Saved entries:
/// Root indices of a background's texts.
#[derive(Clone, Debug)]
struct BackgroundRoots {
    g: [[Option<usize>; 4]; 4],
    tbar: Option<[[Option<usize>; 4]; 4]>,
    lambda: Option<usize>,
    xi: Option<[Option<usize>; 4]>,
}

/// Jets to this order in the background metric (curvature needs second derivatives).
const G_ORDER: u32 = 2;

/// Jets to this order in `h`: every claim needs at most second derivatives.
const H_ORDER: u32 = 2;
/// And in `T`: values and first derivatives.
const T_ORDER: u32 = 1;

fn parse_text(what: impl FnOnce() -> String, text: &str) -> Result<Expr, AuditError> {
    parse(text).map_err(|error| AuditError::Parse {
        what: what(),
        error: Box::new(error),
    })
}

/// Roots for the given texts of a symmetric tensor; returns the index table.
fn tensor_roots(
    texts: &[[Option<String>; 4]; 4],
    label: &str,
    order: u32,
    roots: &mut Vec<(Expr, u32)>,
) -> Result<[[Option<usize>; 4]; 4], AuditError> {
    let mut idx = [[None; 4]; 4];
    for mu in 0..4 {
        for nu in mu..4 {
            if let Some(text) = &texts[mu][nu] {
                let e = parse_text(|| format!("{label}_{}", component_name(mu, nu)), text)?;
                roots.push((e, order));
                idx[mu][nu] = Some(roots.len() - 1);
                idx[nu][mu] = Some(roots.len() - 1);
            }
        }
    }
    Ok(idx)
}

/// A claim component's terms with coefficients that can be enclosed exactly: sums of +-1/2
/// and +-1/4 (exact in f64), and the source term of the field equations, -8 pi.
///
/// # Errors
///
/// Any other coefficient (a formula this audit does not know how to enclose).
pub(crate) fn claim_terms(
    name: &str,
    combo: &crate::grid::claims::Combo,
) -> Result<Vec<(Coef, Atom)>, AuditError> {
    let mut terms = Vec::new();
    for (atom, &c) in &combo.0 {
        let coef = if atom.field == Field::T && atom.deriv == Deriv::Value {
            if c != -8.0 * std::f64::consts::PI {
                return Err(AuditError::Coefficient(name.to_string(), c));
            }
            Coef::MinusEightPi
        } else if (c * 4.0).fract() == 0.0 && c.abs() <= 64.0 {
            Coef::Dyadic(c)
        } else {
            return Err(AuditError::Coefficient(name.to_string(), c));
        };
        terms.push((coef, *atom));
    }
    Ok(terms)
}

/// The claims of the problem with enclosed coefficients, named as the exact check names
/// them.
/// With them, the distinct atoms their formulas use (indexed by [`Formula::Combo`]).
fn audit_claims(problem: &Texts) -> Result<(Vec<AuditClaim>, Vec<Atom>), AuditError> {
    if let Some(bg) = &problem.curved {
        return Ok((curved_claims(problem, bg), Vec::new()));
    }
    let specs = claim_specs(problem.claims.as_ref(), problem.has_source);
    let mut out = Vec::new();
    let mut atoms: Vec<Atom> = Vec::new();
    let mut index: FxHashMap<Atom, usize> = FxHashMap::default();
    for spec in specs {
        let mut components = Vec::new();
        for (name, combo) in spec.components {
            let terms = claim_terms(&name, &combo)?
                .into_iter()
                .map(|(c, a)| {
                    let i = *index.entry(a).or_insert_with(|| {
                        atoms.push(a);
                        atoms.len() - 1
                    });
                    (c, i)
                })
                .collect();
            components.push((name, Formula::Combo(terms)));
        }
        out.push(AuditClaim {
            key: spec.key,
            asserted: spec.asserted,
            components,
        });
    }
    Ok((out, atoms))
}

/// The claims about a background: every claim the exact route may report (pure gauge both by
/// the Riemann tensor and by the file's vector, whichever the exact route can use), named in
/// the file's coordinates.
fn curved_claims(problem: &Texts, bg: &CurvedTexts) -> Vec<AuditClaim> {
    let setting = |pure| Setting {
        claims: problem.claims.as_ref(),
        sourced: problem.has_source,
        background_sourced: bg.tbar.is_some(),
        lambda: bg.lambda_nonzero,
        pure,
    };
    let mut claims = Plan::curved(setting(PureGaugeRoute::Riemann)).claims;
    if bg.xi.is_some() {
        claims.extend(
            Plan::curved(setting(PureGaugeRoute::Vector))
                .claims
                .into_iter()
                .filter(|c| c.kind == Kind::GaugeVector),
        );
    }
    let frame = Frame::covariant(problem.coordinates.clone());
    claims
        .into_iter()
        .map(|c| AuditClaim {
            key: c.kind.key(),
            asserted: c.asserted,
            components: c
                .kind
                .parts()
                .into_iter()
                .map(|p| (p.name_in(&frame), Formula::Curved(p)))
                .collect(),
        })
        .collect()
}

/// What the audit reads of a problem's background: texts, and whether Lambda is zero (which
/// only names the components).
#[derive(Clone, Debug, PartialEq)]
pub struct CurvedTexts {
    g: crate::problem::TensorText,
    tbar: Option<crate::problem::TensorText>,
    lambda: Option<String>,
    lambda_nonzero: bool,
    xi: Option<[Option<String>; 4]>,
    domain: [Option<(f64, f64)>; 4],
}

/// What the audit reads of a problem: its texts, parameters and claims, owned, so that the
/// audit can run on another thread while the exact route works on the problem's store
/// (see [`crate::check::check`]). Nothing of the canonical forms is in it.
#[derive(Clone, Debug, PartialEq)]
pub struct Texts {
    claims: Option<crate::problem::Claims>,
    has_source: bool,
    parameters: Vec<(String, f64)>,
    defines: Vec<(String, String)>,
    functions: Vec<(String, String)>,
    h_text: crate::problem::TensorText,
    source_text: Option<crate::problem::TensorText>,
    coordinates: [String; 4],
    curved: Option<CurvedTexts>,
    parameter_ranges: Vec<(String, (f64, f64))>,
}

→ WHAT IS BEING ASKED
Please copy each entry. Leave nothing out.

→ ANSWER BELOW
/// Root indices of a background's texts.
#[derive(Clone, Debug)]
struct BackgroundRoots {
    g: [[Option<usize>; 4]; 4],
    tbar: Option<[[Option<usize>; 4]; 4]>,
    lambda: Option<usize>,
    xi: Option<[Option<usize>; 4]>,
}

/// Jets to this order in the background metric (curvature needs second derivatives).
const G_ORDER: u32 = 2;

/// Jets to this order in `h`: every claim needs at most second derivatives.
const H_ORDER: u32 = 2;
/// And in `T`: values and first derivatives.
const T_ORDER: u32 = 1;

fn parse_text(what: impl FnOnce() -> String, text: &str) -> Result<Expr, AuditError> {
    parse(text).map_err(|error| AuditError::Parse {
        what: what(),
        error: Box::new(error),
    })
}

/// Roots for the given texts of a symmetric tensor; returns the index table.
fn tensor_roots(
    texts: &[[Option<String>; 4]; 4],
    label: &str,
    order: u32,
    roots: &mut Vec<(Expr, u32)>,
) -> Result<[[Option<usize>; 4]; 4], AuditError> {
    let mut idx = [[None; 4]; 4];
    for mu in 0..4 {
        for nu in mu..4 {
            if let Some(text) = &texts[mu][nu] {
                let e = parse_text(|| format!("{label}_{}", component_name(mu, nu)), text)?;
                roots.push((e, order));
                idx[mu][nu] = Some(roots.len() - 1);
                idx[nu][mu] = Some(roots.len() - 1);
            }
        }
    }
    Ok(idx)
}

/// A claim component's terms with coefficients that can be enclosed exactly: sums of +-1/2
/// and +-1/4 (exact in f64), and the source term of the field equations, -8 pi.
///
/// # Errors
///
/// Any other coefficient (a formula this audit does not know how to enclose).
pub(crate) fn claim_terms(
    name: &str,
    combo: &crate::grid::claims::Combo,
) -> Result<Vec<(Coef, Atom)>, AuditError> {
    let mut terms = Vec::new();
    for (atom, &c) in &combo.0 {
        let coef = if atom.field == Field::T && atom.deriv == Deriv::Value {
            if c != -8.0 * std::f64::consts::PI {
                return Err(AuditError::Coefficient(name.to_string(), c));
            }
            Coef::MinusEightPi
        } else if (c * 4.0).fract() == 0.0 && c.abs() <= 64.0 {
            Coef::Dyadic(c)
        } else {
            return Err(AuditError::Coefficient(name.to_string(), c));
        };
        terms.push((coef, *atom));
    }
    Ok(terms)
}

/// The claims of the problem with enclosed coefficients, named as the exact check names
/// them.
/// With them, the distinct atoms their formulas use (indexed by [`Formula::Combo`]).
fn audit_claims(problem: &Texts) -> Result<(Vec<AuditClaim>, Vec<Atom>), AuditError> {
    if let Some(bg) = &problem.curved {
        return Ok((curved_claims(problem, bg), Vec::new()));
    }
    let specs = claim_specs(problem.claims.as_ref(), problem.has_source);
    let mut out = Vec::new();
    let mut atoms: Vec<Atom> = Vec::new();
    let mut index: FxHashMap<Atom, usize> = FxHashMap::default();
    for spec in specs {
        let mut components = Vec::new();
        for (name, combo) in spec.components {
            let terms = claim_terms(&name, &combo)?
                .into_iter()
                .map(|(c, a)| {
                    let i = *index.entry(a).or_insert_with(|| {
                        atoms.push(a);
                        atoms.len() - 1
                    });
                    (c, i)
                })
                .collect();
            components.push((name, Formula::Combo(terms)));
        }
        out.push(AuditClaim {
            key: spec.key,
            asserted: spec.asserted,
            components,
        });
    }
    Ok((out, atoms))
}

/// The claims about a background: every claim the exact route may report (pure gauge both by
/// the Riemann tensor and by the file's vector, whichever the exact route can use), named in
/// the file's coordinates.
fn curved_claims(problem: &Texts, bg: &CurvedTexts) -> Vec<AuditClaim> {
    let setting = |pure| Setting {
        claims: problem.claims.as_ref(),
        sourced: problem.has_source,
        background_sourced: bg.tbar.is_some(),
        lambda: bg.lambda_nonzero,
        pure,
    };
    let mut claims = Plan::curved(setting(PureGaugeRoute::Riemann)).claims;
    if bg.xi.is_some() {
        claims.extend(
            Plan::curved(setting(PureGaugeRoute::Vector))
                .claims
                .into_iter()
                .filter(|c| c.kind == Kind::GaugeVector),
        );
    }
    let frame = Frame::covariant(problem.coordinates.clone());
    claims
        .into_iter()
        .map(|c| AuditClaim {
            key: c.kind.key(),
            asserted: c.asserted,
            components: c
                .kind
                .parts()
                .into_iter()
                .map(|p| (p.name_in(&frame), Formula::Curved(p)))
                .collect(),
        })
        .collect()
}

/// What the audit reads of a problem's background: texts, and whether Lambda is zero (which
/// only names the components).
#[derive(Clone, Debug, PartialEq)]
pub struct CurvedTexts {
    g: crate::problem::TensorText,
    tbar: Option<crate::problem::TensorText>,
    lambda: Option<String>,
    lambda_nonzero: bool,
    xi: Option<[Option<String>; 4]>,
    domain: [Option<(f64, f64)>; 4],
}

/// What the audit reads of a problem: its texts, parameters and claims, owned, so that the
/// audit can run on another thread while the exact route works on the problem's store
/// (see [`crate::check::check`]). Nothing of the canonical forms is in it.
#[derive(Clone, Debug, PartialEq)]
pub struct Texts {
    claims: Option<crate::problem::Claims>,
    has_source: bool,
    parameters: Vec<(String, f64)>,
    defines: Vec<(String, String)>,
    functions: Vec<(String, String)>,
    h_text: crate::problem::TensorText,
    source_text: Option<crate::problem::TensorText>,
    coordinates: [String; 4],
    curved: Option<CurvedTexts>,
    parameter_ranges: Vec<(String, (f64, f64))>,
}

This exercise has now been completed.